Nikki looks like any women you would see on the street. Maryse though is one of a kind!!!


----------



## jtbest (Dec 28, 2014)

Well most people on here are going with blondes ( Stacy and Maryase)

Though for me I gotta go with Summer Rae 

That body and those legs are just amazing plus a very cute personality as well

Truly an amazing women


----------



## Vårmakos (Dec 19, 2006)

AJ Lee, obvs. Layla El is a close second.


----------



## Eva MaRIHyse (Jun 20, 2014)

Thanks12 said:


> Nikki looks like any women you would see on the street. Maryse though is one of a kind!!!


Most women don't have bodies like this:

















In an era of plain Jane Divas Nikki is one of the genuine standout glamours, hell in any era she is.


----------



## HBK 3:16 (Oct 9, 2014)

Paige by a wide margin for me, Maryse and Maria come somewhat close through.


----------



## islesfan13 (May 8, 2014)

EvaMaryse said:


> Most women don't have bodies like this:
> 
> 
> 
> ...


Meh she's a plain Jane imo. Not a fan of her face.


----------



## Eva MaRIHyse (Jun 20, 2014)

islesfan13 said:


> Meh she's a plain Jane imo. Not a fan of her face.


No to start a mark war but its funny coming from a Paige fan, she's incredibly average while Nikki's got dat body and as long as she lays off the red lipstick looks beautiful.


----------



## GREEK FREAK (May 17, 2012)

Trish and Maryse are close but I gotta go with Nikki. She's just incredible.


----------



## islesfan13 (May 8, 2014)

EvaMaryse said:


> No to start a mark war but its funny coming from a Paige fan, she's incredibly average while Nikki's got dat body and as long as she lays off the red lipstick looks beautiful.


No what's funny is the fact that because you don't find Paige attractive she's all of a sudden a plain jane. What's even funnier is majority of people find Paige more attractive than both your faves when you look all over the web. Not bad for a plain jane. In fact I think Paige has won just about every poll in looks on every wrestling site since she's debuted when going against Nikki.
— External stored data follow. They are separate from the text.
/**
 * Closure judged jointly per detector, so that many lines and regions do not fail by chance.
 * Each closure quantity at each line gives a pull z = Δ / σ_total (σ_total² = σ_line² + σ_sys², the
 * systematic part a third of the quantity's floor: the refit's own accuracy). For a release with a
 * stated false-alarm probability α (the chance that correct inputs fail the release), each of its
 * D detectors gets α/D, split evenly between two tests on the pulls of parameters the model states
 * independently of the line fits (laws, physical models; an interpolation of the lines reproduces
 * them by construction and is excluded):
 *  - χ² = Σ z² against χ²(n) with n the number of those pulls: fails when P(χ²_n ≥ χ²) < α/(2D);
 *  - the largest |z|: fails when beyond the two-sided Bonferroni bound z* = Φ⁻¹(1 − α/(4Dn)),
 *    which catches one bad line that χ² over many good ones would dilute.
 * Together they fail correct inputs with probability ≤ α (union bound; a seeded test measures it).
 * The per-line checks use the same bound z*, so no single check can fail by the 3σ lottery.
 */
import { chiSquareSurvival, normalUpperQuantile } from './chi-square.ts';
import { fmt, makeCheck } from './make-check.ts';
import type { Check } from './types.ts';

/** Default release false-alarm probability (Kiln's choice: one release in a thousand with correct inputs fails). */
export const DEFAULT_CLOSURE_FALSE_ALARM = 1e-3;

export type ClosureQuantity = 'centroid' | 'fwhm' | 'efficiency' | 'tail-fraction' | 'tail-scale' | 'shelf';

export interface ClosurePull {
  line: string;
  quantity: ClosureQuantity;
  /** Model − measurement, in `unit`. */
  residual: number;
  /** σ_total in `unit`. */
  sigma: number;
  unit: string;
  /** false when the model takes this quantity from an interpolation of the same line fits. */
  independent: boolean;
}

export interface JointSettings {
  falseAlarm: number;
  /** Detectors in the release (the release's α is shared among them). */
  detectors: number;
  /** Where α came from, for the message ("default" or the release's reason). */
  source: string;
}

export interface JointBounds {
  /** Pulls counted (independent ones). */
  n: number;
  /** Per-pull bound z*. */
  zMax: number;
  /** χ² test level. */
  chi2Level: number;
}

export function jointBounds(n: number, s: JointSettings): JointBounds {
  const perDetector = s.falseAlarm / Math.max(1, s.detectors);
  const m = Math.max(1, n);
  return { n, zMax: normalUpperQuantile(perDetector / (4 * m)), chi2Level: perDetector / 2 };
}

export interface JointResult {
  chi2: number;
  n: number;
  pValue: number;
  worst: ClosurePull | null;
  worstPull: number;
  bounds: JointBounds;
  failed: boolean;
}

export const pullOf = (p: ClosurePull) => (p.sigma > 0 ? p.residual / p.sigma : p.residual === 0 ? 0 : Infinity);

export function judgeJointly(pulls: readonly ClosurePull[], s: JointSettings): JointResult {
  const counted = pulls.filter((p) => p.independent);
  const bounds = jointBounds(counted.length, s);
  let chi2 = 0;
  let worst: ClosurePull | null = null;
  let worstPull = 0;
  for (const p of counted) {
    const z = pullOf(p);
    chi2 += z * z;
    if (Math.abs(z) > Math.abs(worstPull) || worst === null) {
      worst = p;
      worstPull = z;
    }
  }
  const pValue = counted.length ? chiSquareSurvival(chi2, counted.length) : 1;
  const failed = counted.length > 0 && (!(pValue >= bounds.chi2Level) || !(Math.abs(worstPull) <= bounds.zMax));
  return { chi2, n: counted.length, pValue, worst, worstPull, bounds, failed };
}

const signed = (z: number) => (z >= 0 ? `+${z.toFixed(1)}` : z.toFixed(1));

/** "closure.joint": one check per detector with χ², its p-value and every pull. */
export function jointClosureCheck(pulls: readonly ClosurePull[], s: JointSettings, product: string | null): Check {
  const r = judgeJointly(pulls, s);
  const byLine = new Map<string, string[]>();
  for (const p of pulls) {
    const list = byLine.get(p.line) ?? [];
    list.push(`${p.quantity} ${signed(pullOf(p))}${p.independent ? '' : ' (interpolated)'}`);
    byLine.set(p.line, list);
  }
  const pullText = [...byLine].map(([line, l]) => `${line}: ${l.join(', ')}`).join('; ');
  const head = r.n
    ? `χ² ${fmt(r.chi2)} for ${r.n} pulls (p ${fmt(r.pValue)}, fails below ${fmt(r.bounds.chi2Level)}); largest |pull| ${Math.abs(r.worstPull).toFixed(2)} at ${r.worst!.line} ${r.worst!.quantity} (fails above ${r.bounds.zMax.toFixed(2)})`
    : 'no closure quantity independent of the line fits';
  return makeCheck(r.failed ? 'fail' : 'pass', {
    id: 'closure.joint',
    title: `closure judged jointly (release false-alarm probability ${fmt(s.falseAlarm)}, ${s.source})`,
    product,
    measured: r.n ? r.pValue : null,
    tolerance: r.bounds.chi2Level,
    unit: 'p-value',
    message: `${head}. Pulls: ${pullText || 'none'}`,
  });
}
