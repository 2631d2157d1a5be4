/** Seeded normals for synthetic data (generator in scripts/prng.ts). */
import { mulberry32 } from '../../scripts/prng.ts';

export { mulberry32 };

export function normalSampler(seed: number): () => number {
  const u = mulberry32(seed);
  return () => {
    const u1 = Math.max(u(), 1e-300);
    return Math.sqrt(-2 * Math.log(u1)) * Math.cos(2 * Math.PI * u());
  };
}
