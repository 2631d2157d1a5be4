/**
 * Checks of an energy grid (ENERG_LO/ENERG_HI of an RMF or ARF): finite, positive, each bin
 * increasing, bins in increasing order and contiguous. OGIP CAL/GEN/92-002 (memory) describes the
 * grid as a set of contiguous, increasing bins; readers interpolate across it, so a gap or an
 * overlap silently shifts the response.
 */
import { fmt, makeCheck } from './make-check.ts';
import { GRID_CONTIGUITY_REL } from './tolerances.ts';
import type { Check } from './types.ts';

export function checkEnergyGrid(idPrefix: string, lo: Float64Array, hi: Float64Array, product: string | null): Check[] {
  const n = lo.length;
  const out: Check[] = [];
  if (hi.length !== n || n === 0) {
    out.push(
      makeCheck('fail', {
        id: `${idPrefix}.grid.shape`,
        title: 'energy grid has bins',
        product,
        measured: `${n} ENERG_LO, ${hi.length} ENERG_HI`,
        tolerance: 'equal, > 0',
        message: `energy grid is empty or ENERG_LO/ENERG_HI differ in length (${n} vs ${hi.length})`,
      }),
    );
    return out;
  }
  let badFinite = -1;
  let badPositive = -1;
  let firstZero = false;
  let badOrder = -1;
  let worstGapRel = 0;
  let worstGapAt = -1;
  for (let i = 0; i < n; i++) {
    if (!Number.isFinite(lo[i]) || !Number.isFinite(hi[i])) {
      if (badFinite < 0) badFinite = i;
      continue;
    }
    if (lo[i] < 0 || hi[i] <= 0) {
      if (badPositive < 0) badPositive = i;
    } else if (lo[i] === 0) {
      if (i === 0) firstZero = true;
      else if (badPositive < 0) badPositive = i;
    }
    if (!(hi[i] > lo[i]) || (i > 0 && !(lo[i] > lo[i - 1]))) {
      if (badOrder < 0) badOrder = i;
    }
    if (i + 1 < n && Number.isFinite(lo[i + 1])) {
      const rel = Math.abs(hi[i] - lo[i + 1]) / Math.max(Math.abs(hi[i]), Number.MIN_VALUE);
      if (rel > worstGapRel) {
        worstGapRel = rel;
        worstGapAt = i;
      }
    }
  }
  out.push(
    makeCheck(badFinite < 0 ? 'pass' : 'fail', {
      id: `${idPrefix}.grid.finite`,
      title: 'energy grid values finite',
      product,
      measured: badFinite < 0 ? null : `bin ${badFinite}`,
      message: badFinite < 0 ? `${n} bins, all finite` : `ENERG_LO/ENERG_HI not finite in bin ${badFinite} (0-based row)`,
    }),
  );
  out.push(
    makeCheck(badPositive >= 0 ? 'fail' : firstZero ? 'warn' : 'pass', {
      id: `${idPrefix}.grid.positive`,
      title: 'energies positive',
      product,
      measured: badPositive >= 0 ? `bin ${badPositive}: ${fmt(lo[badPositive])}–${fmt(hi[badPositive])}` : fmt(lo[0]),
      tolerance: '> 0',
      unit: 'keV',
      message:
        badPositive >= 0
          ? `energy ≤ 0 in bin ${badPositive} (ENERG_LO ${fmt(lo[badPositive])}, ENERG_HI ${fmt(hi[badPositive])} keV)`
          : firstZero
            ? 'first ENERG_LO is 0 keV; some readers divide by the energy and reject it'
            : `lowest energy ${fmt(lo[0])} keV`,
    }),
  );
  out.push(
    makeCheck(badOrder < 0 ? 'pass' : 'fail', {
      id: `${idPrefix}.grid.monotonic`,
      title: 'energy bins increasing',
      product,
      measured: badOrder < 0 ? null : `bin ${badOrder}`,
      message:
        badOrder < 0
          ? `${fmt(lo[0])}–${fmt(hi[n - 1])} keV, increasing`
          : `bin ${badOrder} is empty or out of order (ENERG_LO ${fmt(lo[badOrder])}, ENERG_HI ${fmt(hi[badOrder])} keV${badOrder > 0 ? `, previous ENERG_LO ${fmt(lo[badOrder - 1])}` : ''})`,
    }),
  );
  const contiguous = worstGapRel <= GRID_CONTIGUITY_REL;
  out.push(
    makeCheck(contiguous ? 'pass' : 'fail', {
      id: `${idPrefix}.grid.contiguous`,
      title: 'energy bins contiguous (ENERG_HI[i] = ENERG_LO[i+1])',
      product,
      measured: worstGapRel,
      tolerance: GRID_CONTIGUITY_REL,
      unit: 'relative',
      message: contiguous
        ? 'bins touch'
        : `ENERG_HI[${worstGapAt}] = ${fmt(hi[worstGapAt])} keV but ENERG_LO[${worstGapAt + 1}] = ${fmt(lo[worstGapAt + 1])} keV`,
    }),
  );
  return out;
}
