/** Locating extensions by EXTNAME (case-insensitive, blanks trimmed: FITS 4.0 §4.4.2.6). */
import { makeCheck } from './make-check.ts';
import type { Check, FileView, HduView } from './types.ts';

export function findHdu(hdus: readonly HduView[], ...names: string[]): HduView | undefined {
  const want = names.map((n) => n.toUpperCase());
  return hdus.find((h) => h.index > 0 && want.includes(h.name.trim().toUpperCase()));
}

/** The extension named `names` (any of them) and the check that it is present. */
export function extensionPresent(
  view: FileView,
  id: string,
  title: string,
  names: readonly string[],
  product: string | null,
): { hdu: HduView | undefined; check: Check } {
  const hdu = findHdu(view.hdus, ...names);
  const check = makeCheck(hdu ? 'pass' : 'fail', {
    id,
    title,
    product,
    measured: hdu ? hdu.name : null,
    tolerance: names.join(' | '),
    message: hdu ? `found ${hdu.name} (HDU ${hdu.index})` : `${view.fileName} has no ${names.join(' or ')} extension`,
  });
  return { hdu, check };
}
Everyone has different taste but it's incredibly ignorant to call someone a plain Jane in every post just because you personally don't find her attractive.


----------



## 'Road Dogg' Jesse James (Aug 13, 2014)

What can I say, I got a thing for crackheads.


----------



## Thanks12 (Dec 23, 2014)

EvaMaryse said:


> Thanks12 said:
> 
> 
> > Nikki looks like any women you would see on the street. Maryse though is one of a kind!!!
> ...


Your right a lot of women don't have bodies like Nikki but then again Nikki profession is to look perfect. Still I can go to the mall right now and see prettier women than her. I guess she doesn't have an exotic face like Maryse or Trish. Oh Nikki ass is small


----------



## islesfan13 (May 8, 2014)

HBK 3:16 said:


> Paige by a wide margin for me, Maryse and Maria come somewhat close through.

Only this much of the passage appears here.